На представленных микрофотографиях хорошо видны кальцификаты 1 (фиг. 1, 2), формирующиеся сосуды 2 (фиг.1), эндотелиальные клетки 3 (фиг. 1, 2), остеогенные клетки 4 (фиг. 1, 2), межклеточный матрикс 5 (фиг. 3).

Предлагаемый способ осуществляют следующим образом.

Известными методами, например по способу, описанному в патенте РФ №2392973 «Способ получения трехмерного хондротрансплантата», получают хондротрансплантат из культивированных хондробластов и межклеточного матрикса. Осуществляют направленную дифференцировку полученного хондротрансплантата в остеогенном направлении путем культивирования его в питательной среде, содержащей индукторы остеогенной дифференцировки клеток, до получения трехмерного остеотрансплантата.

В качестве питательной среды для остеогенной дифференцировки целесообразно использовать питательную среду DMEM F12, содержащую 15% FBS, стрептомицин-пенициллин, амфотеризин B и индукторы остеогенной дифференцировки клеток: 10 милимоль/л β-глицерофосфата, 100 наномоль/л дексометазона и 0,2 милимоль/л аскорбиновой кислоты. Трехмерные трансплантаты с остеогенным потенциалом дифференцировки культивируются в течение от 3 до 6 недель. Смену питательной среды производят каждые 3-е суток. Состав и количество добавляемых веществ в культуральную среду не меняется.

Пример конкретного выполнения способа формирования остеопластического трансплантата.

Новорожденный мини-поросенок вводится в наркоз. Путем верхнего доступа извлекается позвоночник и помещается в физиологический раствор. В стерильных условиях ламинарного шкафа выделяются хрящевые тела позвонков. Материал дважды промывают раствором фосфатного буфера и измельчают в чашке Петри скальпелем.

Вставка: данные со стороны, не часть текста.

def _mmd(space, samples, half_a, half_b, bandwidth=None) -> dict:
    m = mmd_with_floor(space, samples, half_a, half_b, bandwidth=bandwidth)
    z = mmd_permutation_z(space, samples, half_a, m["bandwidth"], n_permutations=N_PERMUTATIONS)
    return {"samples_vs_half_a": m["mmd2"], "noise_floor_half_b_vs_half_a": m["floor"],
            "permutation_z": z["z"], "permutation_sigma": z["sigma_perm"], "permutation_p_value": z["p_value"],
            "permutation_points": min(z["n_x"], z["n_y"]), "n_permutations": N_PERMUTATIONS,
            "bandwidth": m["bandwidth"], "n": m["n"], "n_half_a": m["n_a"],
            "kernel": "exp(-d^2 / (2 h^2)), d the space's distance, h the median distance within half A"}


def _circular_w1(space, samples, half_a, half_b, bandwidth=None) -> dict:
    return {"samples_vs_half_a": circular_wasserstein(samples, half_a),
            "noise_floor_half_b_vs_half_a": circular_wasserstein(half_b, half_a)}


def _kmers(space, samples, half_a, half_b, bandwidth=None) -> dict:
    ks = [k for k in (1, 2, 3) if k <= space.L]
    return {str(k): {"samples_vs_half_a": kmer_spectrum_distance(samples, half_a, space.K, k),
                     "noise_floor_half_b_vs_half_a": kmer_spectrum_distance(half_b, half_a, space.K, k)} for k in ks}


def _lengths(space, samples, half_a, half_b, bandwidth=None) -> dict:
    def hist(x):
        return torch.bincount(space.lengths(x), minlength=space.L + 1).double() / x.shape[0]

    a = hist(half_a)
    la, lb, ls = (float(space.lengths(z).double().mean()) for z in (half_a, half_b, samples))
    return {"samples_vs_half_a": float(0.5 * (hist(samples) - a).abs().sum()),
            "noise_floor_half_b_vs_half_a": float(0.5 * (hist(half_b) - a).abs().sum()),
            "mean_length_samples": ls, "mean_length_half_a": la, "mean_length_half_b": lb}


def _per_factor(space, samples, half_a, half_b, bandwidth=None) -> dict:
    """Every metric that applies to each factor, on that factor's part of the points (its marginal); each
    factor's MMD² takes its own bandwidth (the median distance within its half A)."""
    return {str(i): sample_metrics(f, samples[i], half_a[i], half_b[i]) for i, f in enumerate(space.factors)}


@dataclass(frozen=True)
class SampleMetric:
    """A two-sample metric: its report key, the space capabilities it needs, and how to compute it."""

    key: str
    requires: frozenset
    compute: Callable


#: random relabellings behind the permutation z of MMD²
N_PERMUTATIONS = 100

SAMPLE_METRICS = (
    SampleMetric("mmd_squared", frozenset(), _mmd),
    SampleMetric("wasserstein1_per_angle_rad", frozenset({"angles"}), _circular_w1),
    SampleMetric("kmer_tv_distance", frozenset({"sequences"}), _kmers),
    SampleMetric("length_distribution", frozenset({"variable_length"}), _lengths),
    SampleMetric("per_factor", frozenset({"factors"}), _per_factor),
)


def sample_metrics(space, samples, half_a, half_b, bandwidth: float | None = None) -> dict:
    """Every metric of :data:`SAMPLE_METRICS` that applies to ``space``, samples against A with B as floor."""
    return {m.key: m.compute(space, samples, half_a, half_b, bandwidth)
            for m in SAMPLE_METRICS if m.requires <= space.capabilities}


def split_halves(space, data, seed: int):
    """(permutation, half A, half B) of the data shuffled with ``seed``."""
    n = space.n_points(data)
    if n < 4:
        raise InputError(f"need at least 4 data points to evaluate, got {n}", field="data")
    perm = torch.randperm(n, generator=torch.Generator().manual_seed(seed))
    return perm, space.take(data, perm[: n // 2]), space.take(data, perm[n // 2: 2 * (n // 2)])


def likelihood_section(model, points, device=None) -> tuple[dict, dict]:
    """The ``likelihood`` section for ``points`` (schema in :mod:`heatwalk.frontend.report_schema`), and
    the output of ``Model.log_prob`` behind it (per-point values in ``"log_prob"``, on the CPU); computed on
    ``device`` (None: the model's)."""
    out = model.log_prob(points, device=device)
    out = {k: (v.detach().cpu() if isinstance(v, torch.Tensor) else v) for k, v in out.items()}
    ll = mean_log_likelihood(out["log_prob"])
    bound = bool(out.get("bound", False))
    section = {"mean_log_likelihood_nats": None if bound else ll["mean"],
               "elbo_nats": ll["mean"] if bound else None,
               "nll_bound_nats": -ll["mean"] if bound else None,
               "stderr_nats": ll["stderr"], "n": ll["n"], "bound": bound,
               "method": model.objective.likelihood_method or type(model.objective).__name__,
               "reference_measure": model.space.reference_measure}
    if "bits_per_token" in out:
        section["bits_per_token"] = float(out["bits_per_token"])
    return section, out
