import type { Integrator } from '../solver/integrator.ts';
import { StateHistory } from '../solver/integrator.ts';
import type { Binder, TwoTerminal } from './device.ts';

/**
 * A linear inductor with its current as an MNA unknown j:
 * v(a) − v(b) = dφ/dt with φ = L·j (a short circuit at DC).
 */
export class Inductor implements TwoTerminal {
  readonly nonlinear = false;
  private readonly j: number;
  private readonly aj: number;
  private readonly bj: number;
  private readonly ja: number;
  private readonly jb: number;
  private readonly jj: number;
  private readonly rj: number;
  private readonly flux = new StateHistory();

  constructor(
    readonly ref: string,
    pins: readonly string[],
    readonly henries: number,
    binder: Binder,
  ) {
    const a = binder.node(pins[0]);
    const b = binder.node(pins[1]);
    this.j = binder.branch(ref);
    this.aj = binder.slot(a, this.j);
    this.bj = binder.slot(b, this.j);
    this.ja = binder.slot(this.j, a);
    this.jb = binder.slot(this.j, b);
    this.jj = binder.slot(this.j, this.j);
    this.rj = binder.rhs(this.j);
  }

  stampConstant(m: Float64Array, integrator: Integrator): void {
    m[this.aj] += 1;
    m[this.bj] -= 1;
    m[this.ja] += 1;
    m[this.jb] -= 1;
    m[this.jj] -= integrator.a0 * this.henries;
  }

  stampStep(rhs: Float64Array, integrator: Integrator): void {
    const h = integrator.history(this.flux.s1, this.flux.s2, this.flux.d1);
    this.flux.pending = h;
    rhs[this.rj] += h;
  }

  load(): void {}

  accept(x: Float64Array, integrator: Integrator): void {
    this.flux.accept(this.henries * x[this.j], integrator);
  }

  lastJunctionChange(): number {
    return 0;
  }
  breakpoints(): number[] {
    return [];
  }

  current(x: Float64Array): number {
    return x[this.j];
  }
}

Кусочки переносятся в пробирки с раствором 1,5% коллагеназы в среде RPMI 1640 с добавлением 20% FBS. Инкубируют в течение 12 часов. Далее суспензию дважды промывают от коллагеназы раствором фосфатного буфера. Клетки ресуспензируют в PBS. Жизнеспособность клеток оценивается с помощью красителя трипанового синего в счетной камере Горяева.

Выделенные хондробласты культивируют в условиях инкубатора при 37°C при 90% влажности и 5% CO₂ в чашках Петри в культуральной среде RPMI-1640 с добавлением 20% FBS и гентамицином 1 г/л в течение 3-4 недель. Далее производят пассирование клеток с помощью смеси растворов 0,25% трипсина и 0,02% раствора ЭДТА. Клетки центрифугируют при 2000 об/мин в течение 10 минут. Клеточный агрегат культивируют в 6-луночном планшете с питательной средой и 10% FBS.

Через 7 суток в планшетах с сформированным хондротрансплантатом производят замену питательной среды на DMEM F12, содержащую 15% FBS, стрептомицин-пенициллин, амфотеризин B и индукторы остеогенной дифференцировки клеток: 10 милимоль/л β-глицерофосфата, 100 наномоль/л дексометазона и 0,2 милимоль/л аскорбиновой кислоты. Трансплантат культивируется в присутствии индукторов остеогенеза в течение 3-х недель до получения остеотрансплантата.